EXERCISE AIM: From the line containing "- LIBRARY_BYTES * ranks" to the last line of the records below, retype every line exactly and output nothing else.
☆ ☆ ☆ ☆
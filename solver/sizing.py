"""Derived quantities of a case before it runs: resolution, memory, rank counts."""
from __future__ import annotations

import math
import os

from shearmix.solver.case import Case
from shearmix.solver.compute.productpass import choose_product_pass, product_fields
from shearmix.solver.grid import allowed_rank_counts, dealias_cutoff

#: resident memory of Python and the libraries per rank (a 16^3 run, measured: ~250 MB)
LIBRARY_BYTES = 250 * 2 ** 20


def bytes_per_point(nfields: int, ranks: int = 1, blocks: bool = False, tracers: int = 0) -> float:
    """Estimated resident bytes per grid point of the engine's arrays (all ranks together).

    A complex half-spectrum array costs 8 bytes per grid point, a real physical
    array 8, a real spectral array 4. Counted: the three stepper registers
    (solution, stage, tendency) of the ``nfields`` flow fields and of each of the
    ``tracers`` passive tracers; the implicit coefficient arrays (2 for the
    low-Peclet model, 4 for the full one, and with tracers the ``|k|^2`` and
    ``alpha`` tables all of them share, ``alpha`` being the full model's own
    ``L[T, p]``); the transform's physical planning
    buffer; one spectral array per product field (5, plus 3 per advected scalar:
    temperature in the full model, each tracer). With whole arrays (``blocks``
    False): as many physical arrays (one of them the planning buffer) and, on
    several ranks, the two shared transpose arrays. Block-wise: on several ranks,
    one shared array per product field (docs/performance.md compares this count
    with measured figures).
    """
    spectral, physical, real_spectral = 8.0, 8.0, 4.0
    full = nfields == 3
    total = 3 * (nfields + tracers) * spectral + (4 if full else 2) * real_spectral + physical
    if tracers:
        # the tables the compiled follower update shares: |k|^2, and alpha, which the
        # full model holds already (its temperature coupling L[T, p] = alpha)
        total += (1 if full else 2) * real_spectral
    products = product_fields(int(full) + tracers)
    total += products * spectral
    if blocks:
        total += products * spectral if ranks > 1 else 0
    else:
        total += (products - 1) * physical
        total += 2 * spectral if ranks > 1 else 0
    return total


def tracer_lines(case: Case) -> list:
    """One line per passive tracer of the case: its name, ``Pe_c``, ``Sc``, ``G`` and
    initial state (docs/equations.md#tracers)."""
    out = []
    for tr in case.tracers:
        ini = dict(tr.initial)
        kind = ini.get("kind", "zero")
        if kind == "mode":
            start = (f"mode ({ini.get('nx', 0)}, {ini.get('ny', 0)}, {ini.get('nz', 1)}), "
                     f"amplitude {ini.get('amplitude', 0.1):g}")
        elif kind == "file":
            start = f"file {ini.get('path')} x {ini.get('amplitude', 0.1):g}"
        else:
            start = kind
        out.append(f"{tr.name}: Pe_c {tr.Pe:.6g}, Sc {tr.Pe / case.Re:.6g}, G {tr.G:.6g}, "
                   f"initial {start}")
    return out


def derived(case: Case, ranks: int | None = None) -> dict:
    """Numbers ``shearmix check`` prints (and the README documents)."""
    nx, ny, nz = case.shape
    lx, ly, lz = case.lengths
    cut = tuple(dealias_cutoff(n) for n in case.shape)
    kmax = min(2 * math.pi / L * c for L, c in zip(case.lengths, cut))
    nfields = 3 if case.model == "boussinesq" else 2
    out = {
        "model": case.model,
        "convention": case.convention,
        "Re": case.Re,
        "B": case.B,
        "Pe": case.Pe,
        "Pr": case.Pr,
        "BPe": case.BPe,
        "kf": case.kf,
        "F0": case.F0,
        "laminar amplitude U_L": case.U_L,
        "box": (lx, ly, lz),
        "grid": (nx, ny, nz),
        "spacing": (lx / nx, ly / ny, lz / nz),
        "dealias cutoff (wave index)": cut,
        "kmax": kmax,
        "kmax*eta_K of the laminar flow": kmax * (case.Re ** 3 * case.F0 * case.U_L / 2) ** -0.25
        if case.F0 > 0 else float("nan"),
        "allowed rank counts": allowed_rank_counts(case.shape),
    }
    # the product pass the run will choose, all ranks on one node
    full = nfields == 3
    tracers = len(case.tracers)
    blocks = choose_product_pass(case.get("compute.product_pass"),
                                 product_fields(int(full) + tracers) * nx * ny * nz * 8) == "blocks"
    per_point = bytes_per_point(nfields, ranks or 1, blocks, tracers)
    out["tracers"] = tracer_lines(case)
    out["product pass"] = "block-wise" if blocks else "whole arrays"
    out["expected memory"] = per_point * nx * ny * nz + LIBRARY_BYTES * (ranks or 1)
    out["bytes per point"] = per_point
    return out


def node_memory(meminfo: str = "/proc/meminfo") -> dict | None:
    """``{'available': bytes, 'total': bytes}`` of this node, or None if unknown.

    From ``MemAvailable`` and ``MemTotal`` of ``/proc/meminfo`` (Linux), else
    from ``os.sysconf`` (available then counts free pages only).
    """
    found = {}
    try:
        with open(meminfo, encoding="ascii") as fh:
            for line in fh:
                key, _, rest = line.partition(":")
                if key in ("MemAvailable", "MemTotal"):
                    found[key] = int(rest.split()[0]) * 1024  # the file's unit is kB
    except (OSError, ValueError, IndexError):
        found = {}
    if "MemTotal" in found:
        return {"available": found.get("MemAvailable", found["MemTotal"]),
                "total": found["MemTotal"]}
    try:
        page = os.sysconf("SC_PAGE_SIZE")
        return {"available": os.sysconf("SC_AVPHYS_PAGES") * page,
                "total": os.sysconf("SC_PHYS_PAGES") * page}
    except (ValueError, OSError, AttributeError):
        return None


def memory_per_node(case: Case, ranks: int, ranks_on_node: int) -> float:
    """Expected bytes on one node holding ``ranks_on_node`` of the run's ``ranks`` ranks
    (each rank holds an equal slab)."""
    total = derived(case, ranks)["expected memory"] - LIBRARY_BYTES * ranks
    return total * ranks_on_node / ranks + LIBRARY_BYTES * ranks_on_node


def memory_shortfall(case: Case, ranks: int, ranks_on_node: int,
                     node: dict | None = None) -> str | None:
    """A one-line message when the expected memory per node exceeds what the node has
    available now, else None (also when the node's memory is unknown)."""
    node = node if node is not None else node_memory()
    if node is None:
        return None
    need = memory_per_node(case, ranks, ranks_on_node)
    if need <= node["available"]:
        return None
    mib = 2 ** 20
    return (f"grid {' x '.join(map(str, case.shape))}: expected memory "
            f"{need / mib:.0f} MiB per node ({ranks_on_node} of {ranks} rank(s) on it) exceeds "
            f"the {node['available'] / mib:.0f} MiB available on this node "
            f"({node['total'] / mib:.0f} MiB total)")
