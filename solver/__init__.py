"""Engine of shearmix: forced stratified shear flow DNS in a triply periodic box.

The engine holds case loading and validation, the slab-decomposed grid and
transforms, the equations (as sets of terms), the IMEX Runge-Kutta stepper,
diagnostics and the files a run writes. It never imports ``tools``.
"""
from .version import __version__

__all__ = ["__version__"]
☆ ☆ ☆ ☆
THE ANSWER:
    total = derived(case, ranks)["expected memory"] - LIBRARY_BYTES * ranks
    return total * ranks_on_node / ranks + LIBRARY_BYTES * ranks_on_node


def memory_shortfall(case: Case, ranks: int, ranks_on_node: int,
                     node: dict | None = None) -> str | None:
    """A one-line message when the expected memory per node exceeds what the node has
    available now, else None (also when the node's memory is unknown)."""
    node = node if node is not None else node_memory()
    if node is None:
        return None
    need = memory_per_node(case, ranks, ranks_on_node)
    if need <= node["available"]:
        return None
    mib = 2 ** 20
    return (f"grid {' x '.join(map(str, case.shape))}: expected memory "
            f"{need / mib:.0f} MiB per node ({ranks_on_node} of {ranks} rank(s) on it) exceeds "
            f"the {node['available'] / mib:.0f} MiB available on this node "
            f"({node['total'] / mib:.0f} MiB total)")
filename solver/__init__.py
"""Engine of shearmix: forced stratified shear flow DNS in a triply periodic box.

The engine holds case loading and validation, the slab-decomposed grid and
transforms, the equations (as sets of terms), the IMEX Runge-Kutta stepper,
diagnostics and the files a run writes. It never imports ``tools``.
"""
from .version import __version__

__all__ = ["__version__"]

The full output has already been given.